DETAILED DESCRIPTION OF EMBODIMENTS
[0018] In order to make the objects, technical solutions and
advantages of the embodiments of the present disclosure clearer,
the technical solutions of the embodiments of the present
disclosure will be described clearly and completely below. Examples
are carried out in accordance with conventional conditions or
conditions recommended by the manufacturer if no specific
conditions are specified in the examples. Reagents or instruments
used, whose manufacturers are not specified, are all conventional
products that are available commercially.
[0019] Next, a slag discharging method in a process of producing
ultra-low phosphorus steel and a method for producing ultra-low
phosphorus steel according to the embodiments of the present
disclosure will be specifically described.
[0020] An embodiment of the present disclosure provides a slag
discharging method in process of producing ultra-low phosphorus
steel, comprising:
[0021] S1. adding lime along with molten steel, while pouring the
molten steel into a steel ladle, so as to slag in advance and form
basic slag.
[0022] In the above, based on the mass of the molten steel, the
addition amount of lime is 0.5-3 kg/t; and preferably, the addition
amount of lime is 0.7-1 kg/t. The addition of lime can promote
slagging in advance on the one hand, and can turn slag into basic
slag on the other hand, to enhance the absorption for
phosphorus.
[0023] In one or more embodiments, prior to pouring the molten
steel in a converter or an intermediate frequency furnace into the
steel ladle, the existing slag may be skimmed off or the slag may
be stopped in the converter or the intermediate frequency furnace
by a slag blocking method in order to remove the
phosphorus-containing slag in advance to reduce the workload of
subsequent slag discharge.
[0024] In one or more embodiments, the slag discharging method in a
process of producing ultra-low phosphorus steel provided by the
present disclosure further comprises:
[0025] S2. blowing oxygen to the top of the steel ladle and blowing
argon to the bottom of the steel ladle for converting.

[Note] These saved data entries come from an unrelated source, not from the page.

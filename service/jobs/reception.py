"""Where jobs are handed in, waited for and dismissed: the API's one door to the jobs."""

import asyncio
import time

from service.jobs.bells import Bells
from service.jobs.engine import Engine
from service.jobs.job import Job, Request
from service.jobs.store import Store

# News of jobs that another replica computes come through the store alone.
_LOOK_AGAIN = 1.0


class Reception:
    """Accepts requests that have been checked."""

    def __init__(self, store: Store, engine: Engine, bells: Bells) -> None:
        self._store = store
        self._engine = engine
        self._bells = bells
        self.closing = False

    @property
    def open(self) -> bool:
        """Whether jobs are accepted and will be started."""
        return not self.closing and self._engine.ready()

    def submit(self, request: Request) -> Job:
        """A new job; successful at once when the same request has been answered before."""
        job = self._store.submit(request)
        if not job.state.terminal:
            self._engine.wake()
        return job

    def dismiss(self, job_id: str) -> Job | None:
        """Stop or remove the job; None when it is not there or is dismissed already."""
        job = self._store.dismiss(job_id)
        if job is not None:
            self._engine.cancel(job_id)
            self._bells.ring(job_id)
        return job

    async def ended(self, job: Job, seconds: float) -> Job:
        """The job once it has ended, or as it is after ``seconds`` or when the service goes down."""
        deadline = time.monotonic() + seconds
        with self._bells.listen(job.id) as bell:
            while not job.state.terminal:
                found = await asyncio.to_thread(self._store.find, job.id)
                job = found or job
                remaining = deadline - time.monotonic()
                if job.state.terminal or remaining <= 0 or self.closing:
                    break
                try:
                    await asyncio.wait_for(bell.wait(), min(remaining, _LOOK_AGAIN))
                except TimeoutError:
                    continue
                bell.clear()
        return job

    def close(self) -> None:
        """Let everyone go who waits; jobs go on in the store."""
        self.closing = True
        self._bells.ring_all()
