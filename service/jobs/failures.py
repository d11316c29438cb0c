"""Why a job failed: problem documents (RFC 9457) with advice, one per way of failing."""

import signal

from service.errors import ComputationError
from service.processes.base import JSON

PROBLEMS = "urn:wellposed:problem:"
"""What the ``type`` of every problem document of our own begins with."""

STATUSES = (400, 422, 500, 502, 503, 504, 507)
"""HTTP statuses the results of a failed job can have; each is documented."""

INTERNAL = "internal-error"


def problem(kind: str, title: str, status: int, detail: str) -> JSON:
    """A problem document of our own; ``kind`` is the last word of its type."""
    return {"type": PROBLEMS + kind, "title": title, "status": status, "detail": detail}


def refused(error: ComputationError) -> JSON:
    """What the numbers refused, as they said it."""
    status = error.status if error.status in STATUSES else 500
    return problem(error.kind, error.title, status, error.detail)


def time_limit(seconds: float) -> JSON:
    """No enclosure was found within the time the job had, in seconds."""
    return problem(
        "time-limit",
        "Time limit reached",
        504,
        f"The computation was stopped after {seconds:g} s before it had any enclosure. "
        "Raise limits.seconds, ask for a larger tolerance, or simplify the domain.",
    )


def memory_limit(limit: int) -> JSON:
    """The job used more memory than it may, in bytes."""
    return problem(
        "memory-limit",
        "Memory limit reached",
        507,
        f"The computation needed more than the {limit // 2**20} MiB one job may use and was stopped. "
        "Lower limits.unknowns, ask for a larger tolerance, or have the operator raise "
        "WELLPOSED_MEMORY_BYTES.",
    )


def worker_crashed(exitcode: int | None) -> JSON:
    """The process that computed the job died of its own or by someone else's hand."""
    return problem(
        "worker-crashed",
        "Worker crashed",
        500,
        f"The process that computed this job {_manner(exitcode)} before it had a result. Other jobs are "
        "not affected. If the machine was short of memory, lower limits.unknowns; otherwise try once more "
        "and report the problem if it comes back.",
    )


def worker_lost(attempts: int) -> JSON:
    """The service itself died while the job was running, too often."""
    return problem(
        "worker-lost",
        "Worker lost",
        500,
        f"The service was lost {attempts} times while it computed this job, which is not started again. "
        "Submit it once more with lower limits.unknowns, or ask the operator for the log.",
    )


def internal_error(job_id: str) -> JSON:
    """A bug: the log has the traceback, the client gets the number to quote."""
    return problem(
        INTERNAL,
        "Internal error",
        500,
        f"The service made an error in job {job_id}; its log has the particulars. "
        "Report the job's id to the operator.",
    )


def _manner(exitcode: int | None) -> str:
    if exitcode is not None and exitcode < 0:
        try:
            return f"was ended by signal {signal.Signals(-exitcode).name}"
        except ValueError:
            return f"was ended by signal {-exitcode}"
    return "ended unexpectedly"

[0026] In order to facilitate the subsequent tilting operation, it
is feasible to first lift the steel ladle to a steel ladle
converting station with tilting function, and then perform a top
oxygen blowing operation by using a self-consumption coated oxygen
lance. In the above, the oxygen supply intensity for blowing oxygen
to the top of the steel ladle is 50-300 NL/(mint), and the pressure
is 0.5-2.0 MPa. Preferably, the oxygen supply intensity is 100-150
NL/(mint), and the pressure is 0.8-1.2 MPa. Blowing oxygen to the
top of the steel ladle can change the environment of the molten
steel into an oxidizing environment, so that phosphorus is oxidized
and enters the basic slag to generate 4CaO.P.sub.2O.sub.5 calcium
phosphate salt.
[0027] The pressure for blowing argon to the bottom of the steel
ladle is 0.3-0.8 MPa. Preferably, the pressure is 0.4-0.6 Mpa.
Blowing argon to the bottom of the steel ladle can increase the
stirring of the molten steel to cause phosphorus to be oxidized
more rapidly and enter the basic slag.
[0028] Optionally, in the process of converting, the viscosity of
the basic slag can be adjusted by adding fluorite, so that the
basic slag can adsorb phosphorus better, which is more favorable
for subsequent treatment. Preferably, based on the mass of the
molten steel, the addition amount of fluorite is 0.5-3 kg/t; and
preferably, the addition amount of fluorite is 1-1.5 kg/t.
Preferably, the addition of fluorite is carried out 2 min after the
starting of the oxygen blowing and argon blowing, at which time
phosphorus has already begun to oxidize and combine with the basic
slag, making the effect of the addition of fluorite better.
[0029] In one or more embodiments, the converting is carried out
for a duration of 10-30 min, and after the converting, the FeO
content in the basic slag is 10%-30%; and preferably, the
converting is carried out for a duration of 15-20 min, and after
the converting, the FeO content in the basic slag is 15%-20%. When
the FeO content in the basic slag is within the above ranges, the
prerequisite for oxidation dephosphorization is reached, and the
next slag removal operation can be carried out.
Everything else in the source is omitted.